Even if the symbolic value of citizen participation in decision-making should not be underestimated, the actual importance of direct democracy in Switzerland is often exaggerated, claims leading Swiss historian Thomas Maissen.
An interview with the Paris-based academic, published in in a German-language Sunday newspaperexternal link in Switzerland last month, prompted two days of considerable reaction by readers before fizzling out.
Traditionalists and other unconditional supporters of direct democracy may have bristled after reading the article’s headline: “The Swiss overrate direct democracy.” In the interview, Maissen is also quoted as saying that “direct democracy is more symbolic than we admit.”
Another perceived provocation might be Maissen’s reference to nationwide ballots on seemingly minor issues, including the initiative aimed at promoting cows with horns, rejected by Swiss voters last November.
In the wide-ranging interview, the 56-year old historian with an academic career at universities in neighbouring Germany, France and Italy, goes on to explain what led him to the conclusions.
He says direct democracy is by no means the sole distinctive factor that contributed to Switzerland’s peaceful and prosperous development over the past decades.
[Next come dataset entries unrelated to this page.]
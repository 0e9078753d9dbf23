"""Exact gradients of far-field quantities through the whole forward model (autograd).

Reference: central finite differences (common practice, no source), with a step-size study.
"""

import autograd.numpy as anp
import numpy as np
import pytest

from chiropt.design import design_from_dict
from chiropt.sensitivity import (
    FAR_FIELD,
    compute_quantities,
    quantity_names,
    spectrum_sensitivities,
    value_and_gradient,
)


def _substrate_design(rng):
    return design_from_dict({
        "lattice": {"kind": "square", "period_nm": float(rng.uniform(380, 480))},
        "particles": [{"radius_nm": float(rng.uniform(55, 85)), "material": "Si"}],
        "substrate": {"material": "SiO2"},
        "layers": [{"material": "Si3N4", "thickness_nm": float(rng.uniform(20, 80))}],
        "gap_nm": float(rng.uniform(2, 20)),
        "region": {"kind": "plane", "height_nm": float(rng.uniform(5, 20))},
        "illumination": {"wavelength_nm": [float(rng.uniform(600, 800))],
                         "polar_deg": float(rng.uniform(5, 30)),
                         "azimuth_deg": float(rng.uniform(0, 40))},
    })


def _free_design(rng):
    return design_from_dict({
        "lattice": {"kind": "oblique", "period_nm": [float(rng.uniform(420, 480)),
                                                     float(rng.uniform(380, 420))],
                    "angle_deg": float(rng.uniform(65, 80))},
        "particles": [
            {"radius_nm": float(rng.uniform(50, 70)), "material": {"n": 3.5, "k": 0.05},
             "position_nm": [0.0, 0.0]},
            {"radius_nm": float(rng.uniform(45, 60)), "core_radius_nm": 30.0,
             "core_material": {"n": 2.4, "k": 0.01}, "material": {"n": 1.5, "k": 0.002},
             "position_nm": [float(rng.uniform(200, 230)), float(rng.uniform(160, 190))]},
        ],
        "host_index": float(rng.uniform(1.0, 1.4)),
        "region": {"kind": "slab", "from_nm": float(rng.uniform(2, 10)),
                   "thickness_nm": float(rng.uniform(10, 30))},
        "illumination": {"wavelength_nm": [float(rng.uniform(700, 850))],
                         "polar_deg": float(rng.uniform(5, 25)),
                         "azimuth_deg": float(rng.uniform(0, 40))},
    })


def _near_mie(_rng):
    # n = 3.5 sphere at its magnetic dipole resonance x = 0.8612 (docs/theory.md §3)
    wl = 700.0
    return design_from_dict({
        "lattice": {"kind": "hexagonal", "period_nm": 420.0},
        "particles": [{"radius_nm": 0.8612 * wl / (2 * np.pi), "material": {"n": 3.5, "k": 0.002}}],
        "illumination": {"wavelength_nm": [wl], "polar_deg": 8.0},
    })


def _near_rayleigh(_rng):
    # 0.2 % to the red of the (1,0)/(0,1) substrate anomaly lambda = n_sub a (common practice)
    return design_from_dict({
        "lattice": {"kind": "square", "period_nm": 400.0},
        "particles": [{"radius_nm": 60.0, "material": {"n": 3.0, "k": 0.02}}],
        "substrate": {"material": {"n": 1.46}},
        "region": {"kind": "plane", "height_nm": 5.0},
        "illumination": {"wavelength_nm": [1.46 * 400.0 * 1.002], "polar_deg": 0.0},
    })


def _multipole_normal(rng):
    # multipole model at normal incidence on a square lattice (degenerate (1,0)/(0,1)
    # orders, plain zero Bloch vector): the coarse primitives' hardest symmetric point
    return design_from_dict({
        "lattice": {"kind": "square", "period_nm": float(rng.uniform(400, 440))},
        "particles": [{"radius_nm": float(rng.uniform(75, 90)), "material": "Si"}],
        "substrate": {"material": "SiO2"}, "gap_nm": 0,
        "region": {"kind": "plane", "height_nm": 10.0},
        "illumination": {"wavelength_nm": [float(rng.uniform(660, 720))], "polar_deg": 0.0},
        "model": {"lmax": 3},
    })


def _multipole_near_rayleigh(_rng):
    # multipole model 0.2 % to the red of the (1,0) substrate anomaly of a hexagonal lattice
    # (lambda = n_sub a sqrt(3)/2 for its shortest reciprocal vector), oblique incidence
    a = 420.0
    return design_from_dict({
        "lattice": {"kind": "hexagonal", "period_nm": a},
        "particles": [{"radius_nm": 70.0, "material": {"n": 3.2, "k": 0.02}}],
        "substrate": {"material": {"n": 1.46}}, "gap_nm": 5,
        "region": {"kind": "slab", "from_nm": 5.0, "thickness_nm": 15.0},
        "illumination": {"wavelength_nm": [1.46 * a * np.sqrt(3) / 2 * 1.002],
                         "polar_deg": 3.0, "azimuth_deg": 10.0},
        "model": {"lmax": 2},
    })


BUILDERS = {"substrate": _substrate_design, "free-oblique-coreshell": _free_design,
            "near-mie": _near_mie, "near-rayleigh": _near_rayleigh,
            "multipole-normal": _multipole_normal,
            "multipole-near-rayleigh": _multipole_near_rayleigh}


def _objective(weights, names=FAR_FIELD):
    def f(q):
        return sum(w * anp.sum(q[name]) for name, w in zip(names, weights, strict=True))
    return f


def _fd(design, objective, path, value, h):
    def at(v):
        return objective(compute_quantities(design, {path: v}))
    return (at(value + h) - at(value - h)) / (2 * h)


STEP = {"illumination.wavelength_nm": 1e-3}


@pytest.mark.parametrize("case", list(BUILDERS))
@pytest.mark.parametrize("seed", [1, 2])
def test_every_variable_against_finite_differences(case, seed):
    rng = np.random.default_rng(seed)
    design = BUILDERS[case](rng)
    names = quantity_names(design)  # far field, and near-field metrics with a region
    weights = rng.normal(size=len(names))
    objective = _objective(weights, names)
    paths = list(design.parameters())
    sens = value_and_gradient(design, objective, paths)
    assert not sens.flagged
    params = design.parameters()
    for path in paths:
        v0 = np.asarray(params[path], float)
        ad = float(np.sum(sens.gradient[path]))
        if v0.ndim:  # array path: perturb all wavelengths together
            fds = [_fd(design, objective, path, v0, h * np.ones_like(v0)) for h in (1e-2, 1e-3)]
        else:
            scale = max(abs(float(v0)), 1.0)
            fds = [_fd(design, objective, path, float(v0), h * scale) for h in (1e-4, 1e-5, 1e-6)]
        errors = [abs(fd - ad) for fd in fds]
        tol = 1e-6 * max(abs(ad), 1e-3 * max(abs(sens.value), 1e-12))
        # step-size study: the better of the two steps meets 1e-6 relative
        assert min(errors) < tol, (path, ad, fds)


def test_spectrum_sensitivities_match_finite_differences():
    rng = np.random.default_rng(7)
    design = _substrate_design(rng).with_wavelengths([620.0, 700.0, 780.0])
    paths = ["particles[0].radius_nm", "illumination.wavelength_nm", "layers[0].thickness_nm"]
    jac = spectrum_sensitivities(design, paths)
    params = design.parameters()
    for path in paths:
        v0 = np.asarray(params[path], float)
        h = 1e-5 * (np.ones_like(v0) if v0.ndim else max(abs(float(v0)), 1.0))
        up = compute_quantities(design, {path: v0 + h})
        dn = compute_quantities(design, {path: v0 - h})
        for name in FAR_FIELD:
            fd = (up[name] - dn[name]) / (2 * float(np.max(h)))
            np.testing.assert_allclose(jac[name][path], fd, rtol=1e-5, atol=1e-9)


def test_gradient_on_rayleigh_anomaly_is_flagged_not_nan():
    design = design_from_dict({
        "lattice": {"kind": "square", "period_nm": 400.0},
        "particles": [{"radius_nm": 60.0, "material": {"n": 3.0}}],
        "illumination": {"wavelength_nm": [400.0]},
    })
    sens = value_and_gradient(design, _objective(np.ones(6)), ["particles[0].radius_nm"])
    assert sens.flagged
    assert np.isfinite(sens.value)
    assert all(np.all(np.isfinite(v)) for v in sens.gradient.values())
He highlights Swiss multilingualism – there are four national languages: German, French, Italian and Romansh – the federalist structure that delegates power to the 26 cantons, as well as local autonomy that allows municipalities a say in political and administrative issues. Another key building block is the practice of consensus and compromise, he says – the search for an agreement acceptable to all sides.
Maissen warns against considering Switzerland as extraordinary in Europe.
“The French are also convinced that they are a ‘special case’. They have good reasons to claim this status, but so do the Germans and the British,” he says. “What’s supposed to be the norm in Europe? I don’t know,” he concludes.
He also draws attention to the number of laws passed by parliament each year compared with the limited number of popular votes.
Maissen goes on to explain possible reasons for Switzerland’s tendency to overrate direct democracy. Perhaps unsurprisingly, he turns to history, notably to the 19th century when modern-day Switzerland was founded.
“Direct democracy was the tool of the opposition against the ruling Liberal elite,” he says. Different groups, both progressive as well as conservative forces, used citizens’ participatory rights to become part of the government.
In the 20th century, the People’s Party added another element, declaring the people the ultimate authority – a move that came at the expense of parliament, the supreme court, and the government, according to Maissen.
He adds that such a perception of direct democracy as the instrument of the people also serves particular interests. The rightwing party is unlikely to ever hold a majority in parliament, the courts or in government, but it has succeeded in winning nationwide votes on several occasions. Initiatives to expel convicted foreign criminals, the re-introduction of immigration quotasexternal link, and a ban on the construction of new minarets are three cases in point.
“Therefore, it is tempting for them to say: This is what really counts.”
Maissen doesn’t exempt the political left, saying that both the Social Democrats and the Green Party are also unconditional supporters of direct democracy, even if they don’t glorify the institution. Instead they see it as one of several interdependent factors, he argues.
Power of symbols
Despite his apparent attempt to demystify direct democracy, Maissen stresses the symbolic importance of citizens’ participation in politics.
“It is terribly important for Swiss citizens to identify with the state because we then believe it is our state and that we are partly also decision-makers,” he says.
Referring to the current street protests by citizens against state institutions in neighbouring France, Maissen says a closer identification with the state could also be beneficial for that country. Though he is sceptical about whether the introduction of more direct democracy – that is, nationwide votes on specific issues – would be the solution for France.
He moots the idea of organising a form of public consultation, a refined type of plebiscite which goes beyond the government submitting certain issues to a vote.
As for the political situation in Britain, Maissen doesn’t share the opinion that the 2016 ballot on whether to remain in or to leave the European Union should be a one-off.
“It was a legitimate decision by voters to leave. But it is equally legitimate to have another vote once it is known what the agreed terms for [quitting] are.”
The interview prompted nearly 100 online comments, though, at first glance, Maissen doesn’t seem overly impressed by their volume or content. He says he can’t help feeling that, as usual, many commentators talk amongst themselves rather than about his statements in the interview.
It is indeed striking how few readers refer to specific points made by Maissen.
Several commentators express their general approval for his stance. More often, however, critics take issue with Maissen’s opinions, notably as a supporter of Swiss membership of the EU, and his outside view of Switzerland.
It is perceived as “leftwing” and “anti-democratic”, underestimating Swiss-style democracy.